Por qué una nave industrial se convierte en un horno en verano
Las causas reales del calor extremo en fábricas, almacenes y talleres, y por qué abrir puertas o poner ventiladores no siempre basta.
Muchas empresas perciben el calor en la nave como algo inevitable. Llega junio, suben las temperaturas y el interior de la fábrica o almacén se vuelve cada vez más incómodo. Pero una nave industrial no se convierte en un horno solo porque fuera haga calor. Se calienta por una suma de factores que actúan al mismo tiempo.
La radiación solar sobre la cubierta, los materiales constructivos, la falta de aislamiento, el aire caliente acumulado en altura, la maquinaria, los procesos productivos y una ventilación mal resuelta pueden hacer que el interior de una nave alcance temperaturas muy difíciles de soportar.

La cubierta: el gran radiador olvidado
En muchas naves industriales, la cubierta es el principal punto de entrada de calor. Recibe radiación solar durante horas, alcanza temperaturas muy superiores a la temperatura ambiente y transmite ese calor hacia el interior. Si no hay aislamiento suficiente ni evacuación del aire caliente acumulado, la nave empieza a comportarse como un acumulador térmico.
Una nave industrial puede comportarse como un acumulador de calor: recibe energía durante horas, la retiene y la libera lentamente dentro del espacio de trabajo.
El aire caliente sube, pero no desaparece
En naves altas, el aire caliente tiende a acumularse en la parte superior. Esto puede dar una falsa sensación de seguridad: parece que el calor está arriba y no afecta tanto a la zona de trabajo. Sin embargo, si ese aire no se extrae, permanece dentro del edificio y acaba influyendo en todo el ambiente interior.
Que el aire caliente suba no significa que desaparezca. Si no se extrae, se queda dentro de la nave.

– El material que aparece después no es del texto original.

/**
 * One band's spectrum as a comb reads it: per harmonic, its chance model (the peaks around it, ±max(50 bins, its
 * frequency), without the foreign harmonics, from which no bearing line is ever taken, and — once the slip is known —
 * without the pattern's own lines) and the peaks its window can reach. Sidebands weigh against the larger of their own
 * chance and how often strong peaks of this spectrum carry such sidebands anyway: if every line of the machine is
 * modulated at the shaft rate, a shaft sideband says nothing of an inner race.
 */
function bandContext(comb: BearingComb, measured: MatchableSpectrum, harmonicCount: number, options: CombSearchOptions, slip: number | null): BandContext {
  const { spectrum, snrDb, maxima } = measured;
  const df = spectrum.frequencyResolutionHz;
  const n = spectrum.values.length;
  const foreign = foreignHarmonicBins(measured, options.foreignRates);
  const eligible = (k: number) => !foreign[k] && snrDb[k]! >= options.minLineSnrDb && !isLeakagePeak(measured, k);
  // The pattern's own lines, once the slip is known: the peaks standing on its modulation lattice (each harmonic the
  // spectrum holds, with its sidebands at the rates the resolution separates). Only peaks are taken, not the
  // lattice's empty positions. Within ±2 sidebands they are left out of the chance neighbourhood (a found pattern must
  // not be its own clutter); out to ±OWN_SIDEBANDS they are left out of the modulation probes too (a strongly modulated
  // impact train carries many sidebands, each with its neighbours: it must not make the spectrum look modulated
  // everywhere). Beyond ±2 they stay clutter: a hypothesis must not clear its neighbourhood of everything its wide
  // lattice happens to touch.
  const own = slip === null ? new Uint8Array(n) : ownPeaks(comb, measured, slip, NEAR_SIDEBANDS, options);
  const ownWide = slip === null ? own : ownPeaks(comb, measured, slip, OWN_SIDEBANDS, options);
  // ±max(50 bins, its frequency), widened until it holds NEIGHBOURHOOD_MIN_BINS bins that are neither the pattern's
  // nor a foreign harmonic's (a strongly modulated pattern can own most of the bins near its first harmonics).
  const localChanceModel = (c: number): ChanceModel => {
    let reach = Math.max(NEIGHBOURHOOD_MIN_BINS, c);
    let lo = Math.max(1, c - reach);
    let hi = Math.min(n - 2, c + reach);
    let width = 0;
    for (let k = lo; k <= hi; k++) if (!own[k] && !foreign[k]) width++;
    while (width < NEIGHBOURHOOD_MIN_BINS && (lo > 1 || hi < n - 2)) {
      reach *= 2;
      const lo2 = Math.max(1, c - reach);
      const hi2 = Math.min(n - 2, c + reach);
      for (let k = lo2; k < lo; k++) if (!own[k] && !foreign[k]) width++;
      for (let k = hi + 1; k <= hi2; k++) if (!own[k] && !foreign[k]) width++;
      lo = lo2;
      hi = hi2;
    }
    const neighbourhood: number[] = [];
    for (let i = firstAtOrAbove(maxima, lo); i < maxima.length && maxima[i]! <= hi; i++) {
      const k = maxima[i]!;
      if (!own[k] && !foreign[k]) neighbourhood.push(snrDb[k]!);
    }
    neighbourhood.sort((a, b) => b - a);
    return chanceModel({ peakSnrDb: neighbourhood, widthBins: width });
  };
  const harmonics: HarmonicContext[] = [];
  // The search (no slip yet) weighs every harmonic against the whole spectrum's peaks, computed once per spectrum: it
  // only ranks bands and slips. The pattern found is weighed against each harmonic's own neighbourhood.
  const searchModel = slip === null ? spectrumChanceModel(measured, foreign) : null;
  for (let h = 1; h <= harmonicCount; h++) {
    const c = Math.round((h * comb.defectHz) / df);
    const chance = searchModel ?? localChanceModel(c);
    // Half a bin for where a tone falls, a bin for the slip grid and the peak's own spread, and three standard
    // uncertainties of the speed scaled to this harmonic.
    const toleranceHz = df + 3 * options.speedUncertaintyFraction * h * comb.defectHz;
    // The slip is searched, so the h-th harmonic roams h times as far as the fundamental while the fundamental stays in
    // one window: its chance is weighed over that reach (the search correction counts the fundamental's positions only).
    const fundamentalWindow = 2 * (df + 3 * options.speedUncertaintyFraction * comb.defectHz);
    const windowBins = Math.max(1, Math.round(Math.max(2 * toleranceHz, h * fundamentalWindow) / df));
    const reachLo = Math.max(1, Math.ceil((h * comb.defectHz * (1 - options.slipFraction) - toleranceHz) / df));
    const reachHi = Math.min(n - 2, Math.floor((h * comb.defectHz * (1 + options.slipFraction) + toleranceHz) / df));
    const peaks: CandidatePeak[] = [];
    for (let i = firstAtOrAbove(maxima, reachLo); i < maxima.length && maxima[i]! <= reachHi; i++) {
      const k = maxima[i]!;
      if (!eligible(k)) continue;
      // The search places peaks at their bins; the pattern found is placed at interpolated frequencies.
      const frequencyHz = slip === null ? k * df : peakAt(measured, k).frequencyHz;
      peaks.push({ bin: k, frequencyHz, snrDb: snrDb[k]!, chance: chanceOfPeak(chance, snrDb[k]!, windowBins) });
    }
    harmonics.push({
      harmonic: h,
      toleranceHz,
      chance,
      peaks,
      // A foreign harmonic anywhere in the window: the line cannot be told from it at this resolution.
      synchronousAt: (f) => {
        const a = Math.max(1, Math.ceil((f - toleranceHz) / df));
        const b = Math.min(n - 2, Math.floor((f + toleranceHz) / df));
        for (let k = a; k <= b; k++) if (foreign[k]) return true;
        return false;
      },
      strongestNear: (f) => {
        let best: CandidatePeak | null = null;
        for (const p of peaks) {
          if (Math.abs(p.bin * df - f) > toleranceHz || Math.abs(p.frequencyHz - f) > toleranceHz + 0.1 * df) continue;
          if (!best || p.snrDb > best.snrDb) best = p;
        }
        return best;
      },
    });
  }
  // Sidebands say something only where most strong peaks of the spectrum do not carry them anyway.
  const modulated = comb.sidebandHz ? modulationRate(measured, comb.sidebandHz, ownWide, foreign, options.minLineSnrDb) : { rate: 1, probes: Infinity };
  const sidebandsInform = modulated.probes < MIN_MODULATION_PROBES || modulated.rate < UBIQUITOUS_MODULATION;
  const sidebandFloor = modulated.probes < MIN_MODULATION_PROBES ? 0 : modulated.rate;
  const sidebandMemo = new Map<number, ReturnType<BandContext['sidebandsOf']>>();
  const sidebandsOf: BandContext['sidebandsOf'] = (carrier, harmonic) => {
    const memo = sidebandMemo.get(carrier.bin);
    if (memo) return memo;
    const out: ReturnType<BandContext['sidebandsOf']> = { counted: 0, chances: [], lines: [] };
    if (comb.sidebandHz && sidebandsInform) {
      for (const sign of [-1, 1]) {
        // Placed from the measured carrier: the modulation rate is known exactly, the carrier's slip is not.
        const at = carrier.frequencyHz + sign * comb.sidebandHz;
        const a = Math.max(1, Math.ceil((at - df) / df));
        const b = Math.min(n - 2, Math.floor((at + df) / df));
        if (at <= 2 * df || b < a) continue;
        let free = false;
        for (let k = a; k <= b; k++) if (!foreign[k]) free = true;
        if (!free) continue;
        let best = -1;
        for (let i = firstAtOrAbove(maxima, a); i < maxima.length && maxima[i]! <= b; i++) {
          const k = maxima[i]!;
          if (eligible(k) && (best < 0 || snrDb[k]! > snrDb[best]!)) best = k;
        }
        out.counted++;
        let peak: CandidatePeak | null = null;
        if (best >= 0) {
          const frequencyHz = slip === null ? best * df : peakAt(measured, best).frequencyHz;
          if (Math.abs(frequencyHz - at) <= df * 1.1) {
            peak = { bin: best, frequencyHz, snrDb: snrDb[best]!, chance: Math.max(sidebandFloor, chanceOfPeak(harmonic.chance, snrDb[best]!, 2)) };
            out.chances.push(peak.chance);
          }
        }
        out.lines.push({ sign, at, peak });
      }
    }
    sidebandMemo.set(carrier.bin, out);
    return out;
  };
  return { measured, harmonics, sidebandsOf };
}
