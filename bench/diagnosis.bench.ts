// Diagnosis benchmark: analyseRecording on a 65,536-sample recording (2.56 s at 25.6 kHz) of the example machine,
// median of repeated runs, with and without a model, and order-tracked from a tach. Prints figures; asserts nothing.
import { readFileSync } from 'node:fs';
import { analyseRecording } from '@kinespec/diagnosis';
import { loadMachineModel } from '@kinespec/kinematics';
import { envelopeSpectrum, noiseFloor, welchSpectrum } from '@kinespec/signal';
import { simulateRecording } from '@kinespec/simulator';

const model = loadMachineModel(readFileSync(new URL('../fixtures/machines/aeration-mixer-2.json', import.meta.url), 'utf8'));
const steady = simulateRecording(model, { pointId: 'gb-input-h', sampleRateHz: 25600, sampleCount: 65536, speedRpm: 1466, faults: [{ fault: 'bearing-outer-race', component: 'input-de', severity: 0.8 }], seed: 3 });
const ramp = simulateRecording(model, { pointId: 'gb-input-h', sampleRateHz: 25600, sampleCount: 65536, speedProfile: [1420, 1490], includeTach: true, seed: 4 });
const x = steady.channels[0]!.samples;

function median(run: () => void, repeats: number): number {
  const times: number[] = [];
  for (let i = 0; i < repeats; i++) {
    const t = performance.now();
    run();
    times.push(performance.now() - t);
  }
  times.sort((a, b) => a - b);
  return times[Math.floor(times.length / 2)]!;
}

const t0 = performance.now();
analyseRecording(steady, { model, pointId: 'gb-input-h' });
const first = performance.now() - t0;
const rows: Array<[string, number]> = [
  ['first analysis (predictions for 36 candidates computed and cached)', first],
  ['analyseRecording, model, frequency domain', median(() => analyseRecording(steady, { model, pointId: 'gb-input-h' }), 15)],
  ['analyseRecording, no model', median(() => analyseRecording(steady), 15)],
  ['analyseRecording, model, tach: angle domain', median(() => analyseRecording(ramp, { model, pointId: 'gb-input-h' }), 7)],
  ['  of which: Welch spectrum, 32768-sample segments', median(() => welchSpectrum(x, 25600, { segmentLength: 32768, scaling: 'peak' }), 15)],
  ['  of which: running-median noise floor, 16385 bins', median(() => noiseFloor(welchSpectrum(x, 25600, { segmentLength: 32768, scaling: 'peak' })), 15)],
  ['  of which: squared-envelope spectrum', median(() => envelopeSpectrum(x, 25600, { bandHz: [2890, 3910], squared: true, segmentLength: 32768, scaling: 'peak' }), 15)],
];
for (const [label, ms] of rows) console.log(`${label.padEnd(70)} ${ms.toFixed(1).padStart(8)} ms`);
console.log('(65,536 samples; the last three include their own Welch spectrum where named)');
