#!/usr/bin/env node
// Runs every benchmark in bench/ one after another and prints their figures.
// Benchmarks are plain scripts (*.bench.js, or *.bench.ts run through tsx); none is run by CI.
import { spawnSync } from 'node:child_process';
import { readdirSync } from 'node:fs';
import { dirname, join } from 'node:path';
import { fileURLToPath } from 'node:url';

const here = dirname(fileURLToPath(import.meta.url));
const only = process.argv.slice(2);
const files = readdirSync(here)
  .filter((f) => /\.bench\.(js|ts)$/.test(f))
  .filter((f) => only.length === 0 || only.some((o) => f.includes(o)))
  .sort();
let failed = 0;
for (const file of files) {
  process.stdout.write(`\n== ${file}\n`);
  const args = file.endsWith('.ts') ? ['--import', 'tsx', join(here, file)] : [join(here, file)];
  const r = spawnSync(process.execPath, args, { stdio: 'inherit' });
  if (r.status !== 0) failed++;
}
process.exitCode = failed ? 1 : 0;
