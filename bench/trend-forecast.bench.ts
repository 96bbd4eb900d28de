// `kinespec trend` throughput: snapshots of 2,560 samples (0.1 s at 25.6 kHz, as the PRONOSTIA rig records them)
// trended and forecast on one core. Goal of issue 10: at least 200 snapshots per second. The reference measured in
// the same run is decoding the same files alone (the floor any indicator pays). Prints figures; asserts nothing.
import { mkdtempSync, readFileSync, rmSync, writeFileSync } from 'node:fs';
import { tmpdir } from 'node:os';
import { join } from 'node:path';
import { decodeRecording, encodeWav } from '../packages/signal/src/index.js';
import type { CliIo } from '../services/cli/src/io.js';
import { main } from '../services/cli/src/main.js';

const GOAL_PER_S = 200;
const SNAPSHOTS = 600;
const N = 2560;
const FS = 25_600;
const dir = mkdtempSync(join(tmpdir(), 'kinespec-trend-bench-'));
const machine = new URL('../fixtures/machines/aeration-mixer-2.json', import.meta.url).pathname;

// Gaussian snapshots whose r.m.s. rises after two thirds of the run (Park–Miller and Box–Muller), float32 WAV.
let seed = 7;
const u = () => {
  seed = (seed * 16807) % 2147483647;
  return seed / 2147483647;
};
const entries = [];
for (let i = 0; i < SNAPSHOTS; i++) {
  const rms = 0.3 * Math.exp(i > (2 * SNAPSHOTS) / 3 ? 0.01 * (i - (2 * SNAPSHOTS) / 3) : 0);
  const samples = Float64Array.from({ length: N }, () => rms * Math.sqrt(-2 * Math.log(u())) * Math.cos(2 * Math.PI * u()));
  const file = `s${i}.wav`;
  writeFileSync(join(dir, file), encodeWav({ sampleRateHz: FS, channels: [{ name: 'gb-input-h', unit: 'g', samples }], metadata: {} }, { format: 'float32' }));
  entries.push({ file, recordedAt: new Date(Date.UTC(2025, 0, 1) + 10_000 * i).toISOString() });
}
const manifest = join(dir, 'manifest.json');
writeFileSync(manifest, JSON.stringify(entries));

const quiet: CliIo = { out: () => {}, err: (t) => process.stderr.write(`${t}\n`) };

function best(runs: number, f: () => void | Promise<void>): Promise<number> {
  return (async () => {
    let min = Infinity;
    for (let r = 0; r < runs; r++) {
      const t0 = performance.now();
      await f();
      min = Math.min(min, performance.now() - t0);
    }
    return min;
  })();
}

// warm-up: the JIT and the file cache, so that the first figure is not the cold one
await main(['trend', manifest, '--machine', machine, '--point', 'gb-input-h', '--unit', 'g', '--indicator', 'velocity_rms_mm_per_s', '--threshold', '100', '--json'], quiet);
const decodeMs = await best(3, () => {
  for (const e of entries) decodeRecording(new Uint8Array(readFileSync(join(dir, e.file))), { filename: e.file, unit: 'g' });
});
console.log(`${SNAPSHOTS} snapshots of ${N} samples; minimum of 3 runs on one core`);
console.log(`${'decode only (reference)'.padEnd(44)} ${decodeMs.toFixed(0).padStart(6)} ms  ${((SNAPSHOTS / decodeMs) * 1000).toFixed(0).padStart(6)} snapshots/s`);
for (const indicator of ['acceleration_peak', 'acceleration_rms', 'kurtosis', 'velocity_rms_mm_per_s', 'envelope_rms']) {
  const ms = await best(3, async () => {
    const code = await main(['trend', manifest, '--machine', machine, '--point', 'gb-input-h', '--unit', 'g', '--indicator', indicator, '--threshold', '100', '--json'], quiet);
    if (code !== 0) throw new Error(`trend exited ${code}`);
  });
  const perS = (SNAPSHOTS / ms) * 1000;
  console.log(
    `${`kinespec trend --indicator ${indicator}`.padEnd(44)} ${ms.toFixed(0).padStart(6)} ms  ${perS.toFixed(0).padStart(6)} snapshots/s  ` +
      `${(ms / decodeMs).toFixed(2)} × decode  ${perS >= GOAL_PER_S ? 'meets' : 'MISSES'} the goal of ${GOAL_PER_S}/s`,
  );
}
rmSync(dir, { recursive: true, force: true });
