// Analysed uploads per second: 65,536-sample WAV recordings POSTed with autocannon to a local Kinespec
// server (a child process, `kinespec serve`, built: run `npm run build` first) on the PostgreSQL server
// (BENCH_DATABASE_URL, default postgres://postgres@127.0.0.1:5432/postgres; a scratch database is created
// and dropped). Each request carries its own Idempotency-Key, so every one is stored and analysed.
// Prints uploads/s and p50/p99 latency; asserts nothing. Goal: >= 100 uploads/s, p99 < 250 ms on 2 cores.
//
//   UPLOAD_SECONDS (default 20), UPLOAD_CONNECTIONS (default 4), KINESPEC_ANALYSIS_THREADS (passed on)
import { spawn } from 'node:child_process';
import { existsSync, readFileSync } from 'node:fs';
import { availableParallelism } from 'node:os';
import { dirname, join } from 'node:path';
import { fileURLToPath } from 'node:url';
import autocannon from 'autocannon';
import postgres from 'postgres';
import { loadMachineModel } from '../packages/kinematics/src/index.js';
import { encodeWav } from '../packages/signal/src/index.js';
import { simulateRecording } from '../packages/simulator/src/index.js';
import { analyseRecording } from '../packages/diagnosis/src/index.js';

const root = join(dirname(fileURLToPath(import.meta.url)), '..');
const baseUrl = process.env.BENCH_DATABASE_URL ?? 'postgres://postgres@127.0.0.1:5432/postgres';
const SECONDS = Number(process.env.UPLOAD_SECONDS ?? 20);
const CONNECTIONS = Number(process.env.UPLOAD_CONNECTIONS ?? 4);
const ADMIN_KEY = 'bench-admin-key-0123456789abcdef';
const MACHINE = 'skelmere-id-fan-1';
const POINT = 'fan-de-h';

async function main(): Promise<void> {
  const cli = join(root, 'services/cli/bin/kinespec.js');
  if (!existsSync(join(root, 'services/api/dist/index.js'))) {
    console.log('api-upload bench skipped: the service is not built (run `npm run build`)');
    return;
  }
  const admin = postgres(baseUrl, { max: 1, onnotice: () => {} });
  try {
    await admin`select 1`;
  } catch (err) {
    console.log(`api-upload bench skipped: no PostgreSQL at ${baseUrl} (${(err as Error).message})`);
    await admin.end();
    return;
  }
  const name = `kinespec_bench_upload_${Date.now()}`;
  await admin.unsafe(`create database ${name}`);
  const url = new URL(baseUrl);
  url.pathname = `/${name}`;
  const threads = process.env.KINESPEC_ANALYSIS_THREADS ?? String(availableParallelism());
  const child = spawn(process.execPath, [cli, 'serve', '--port', '0'], {
    env: {
      ...process.env,
      DATABASE_URL: url.toString(),
      KINESPEC_ADMIN_KEY: ADMIN_KEY,
      KINESPEC_DEMO: 'off',
      KINESPEC_RATE_LIMIT_MAX: '0',
      KINESPEC_LOG_LEVEL: 'warn',
      KINESPEC_ANALYSIS_THREADS: threads,
    },
    stdio: ['ignore', 'pipe', 'inherit'],
  });
  try {
    const server = await new Promise<string>((resolve, reject) => {
      let out = '';
      child.stdout!.on('data', (chunk: Buffer) => {
        out += chunk.toString();
        const m = /listening on (http:\/\/\S+)/.exec(out);
        if (m) resolve(m[1]!);
      });
      child.once('exit', (code) => reject(new Error(`kinespec serve exited with ${code}: ${out}`)));
    });
    const adminHeaders = { authorization: `Bearer ${ADMIN_KEY}` };
    const modelText = readFileSync(join(root, `fixtures/machines/${MACHINE}.json`), 'utf8');
    const put = await fetch(`${server}/api/v1/machines/${MACHINE}/model`, { method: 'PUT', headers: { ...adminHeaders, 'content-type': 'application/json' }, body: modelText });
    if (!put.ok) throw new Error(`PUT model: ${put.status} ${await put.text()}`);
    const logger = (await (await fetch(`${server}/api/v1/keys`, { method: 'POST', headers: { ...adminHeaders, 'content-type': 'application/json' }, body: JSON.stringify({ role: 'logger', label: 'bench' }) })).json()) as { key: string };

    // one realistic recording (a fan with an outer-race defect), 65,536 samples at 25.6 kHz, float32 WAV
    const model = loadMachineModel(modelText);
    const recording = simulateRecording(model, { pointId: POINT, sampleRateHz: 25_600, sampleCount: 65_536, faults: [{ fault: 'bearing-outer-race', component: 'fan-de', severity: 0.6 }] });
    const wav = Buffer.from(encodeWav({ ...recording, channels: recording.channels.slice(0, 1) }, { format: 'float32' }));
    const path = `/api/v1/machines/${MACHINE}/points/${POINT}/recordings`;
    const warm = await fetch(server + path, { method: 'POST', headers: { authorization: `Bearer ${logger.key}`, 'content-type': 'audio/wav', 'idempotency-key': 'warm-up' }, body: wav });
    if (warm.status !== 201) throw new Error(`warm-up upload: ${warm.status} ${await warm.text()}`);

    let n = 0;
    const result = await autocannon({
      url: server,
      connections: CONNECTIONS,
      duration: SECONDS,
      requests: [{
        method: 'POST',
        path,
        headers: { authorization: `Bearer ${logger.key}`, 'content-type': 'audio/wav' },
        body: wav,
        setupRequest: (req: Record<string, unknown>) => ({ ...req, headers: { ...(req['headers'] as object), 'idempotency-key': `bench-${n++}` } }),
      }],
    });
    const ok = result['2xx'];
    const [stored] = await admin.unsafe(`select 1`).then(async () => {
      const s = postgres(url.toString(), { max: 1, onnotice: () => {} });
      const rows = await s<{ recordings: number; analyses: number }[]>`select (select count(*)::int from recordings) as recordings, (select count(*)::int from analyses) as analyses`;
      await s.end();
      return rows;
    });
    console.log(`server: PostgreSQL, ${threads} analysis thread(s), ${availableParallelism()} cores; ${CONNECTIONS} connections for ${SECONDS} s; body ${(wav.length / 1024).toFixed(0)} KiB`);
    console.log(`analysed uploads        ${(ok / SECONDS).toFixed(1).padStart(8)} /s   (${ok} x 201, ${result.non2xx} non-2xx, ${result.errors} errors; ${stored!.recordings} recordings, ${stored!.analyses} analyses stored)`);
    console.log(`latency                 p50 ${String(result.latency.p50).padStart(5)} ms   p99 ${String(result.latency.p99).padStart(5)} ms   max ${result.latency.max} ms`);
    // one upload at a time: where its time goes (the service's Server-Timing header)
    const phases: Record<string, number[]> = {};
    for (let i = 0; i < 10; i++) {
      const res = await fetch(server + path, { method: 'POST', headers: { authorization: `Bearer ${logger.key}`, 'content-type': 'audio/wav', 'idempotency-key': `probe-${i}` }, body: wav });
      await res.arrayBuffer();
      for (const m of (res.headers.get('server-timing') ?? '').matchAll(/(\w+);dur=([\d.]+)/g)) (phases[m[1]!] ??= []).push(Number(m[2]));
    }
    const median = (x: number[]) => [...x].sort((a, b) => a - b)[Math.floor(x.length / 2)]!;
    console.log(`one at a time (median)  ${Object.entries(phases).map(([k, v]) => `${k} ${median(v).toFixed(1)} ms`).join(', ')}`);
    // what one analysis costs on its own (same recording, this process, after the load): the ceiling it sets
    const runs = 10;
    analyseRecording(recording, { model, pointId: POINT });
    const t0 = performance.now();
    for (let i = 0; i < runs; i++) analyseRecording(recording, { model, pointId: POINT });
    const analysisMs = (performance.now() - t0) / runs;
    console.log(`analyseRecording alone  ${analysisMs.toFixed(1).padStart(8)} ms per recording: at most ${((1000 / analysisMs) * Number(threads)).toFixed(0)} analyses/s on ${threads} thread(s)`);
  } finally {
    child.kill('SIGTERM');
    await new Promise((r) => child.once('exit', r));
    await admin.unsafe(`drop database if exists ${name} with (force)`);
    await admin.end();
  }
}

await main();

La maquinaria también calienta
No todo el calor procede del exterior. En muchas fábricas, talleres y almacenes, la propia actividad genera calor: compresores, motores, hornos, soldadura, prensas, líneas de producción, cuadros eléctricos o iluminación. Este calor de proceso puede convertir una nave en incómoda incluso en días en los que la temperatura exterior no parece extrema.
Abrir puertas no siempre soluciona el problema
Abrir puertas puede renovar aire, pero no garantiza confort térmico. Si no existe una circulación controlada, una entrada adecuada de aire y una salida eficaz del aire caliente, lo que se produce es una renovación desordenada. En ocasiones entra aire exterior caliente y la nave sigue sin evacuar correctamente el calor acumulado.
Los ventiladores alivian, pero no enfrían
Los ventiladores industriales pueden ser útiles para mejorar la sensación térmica. Pero conviene no confundir movimiento de aire con reducción de temperatura. Si el aire está a 35 °C, el ventilador mueve aire a 35 °C. Puede aliviar, pero no resuelve por sí solo un problema de exceso térmico estructural.
Qué soluciones atacan realmente el problema
- Reducir la entrada de calor mediante aislamiento, sombras o mejora de cubierta.
- Evacuar el aire caliente acumulado mediante extracción.
- Renovar aire de forma calculada y no solo abriendo puertas.
- Bajar la temperatura del aire introducido mediante enfriamiento evaporativo.
- Dirigir el aire hacia las zonas reales de trabajo.
Una nave industrial se convierte en un horno cuando el calor entra, se genera dentro y no encuentra una salida eficaz. Por eso, la solución no debe improvisarse: hay que entender de dónde viene el calor, dónde se acumula y cómo renovarlo de forma eficiente.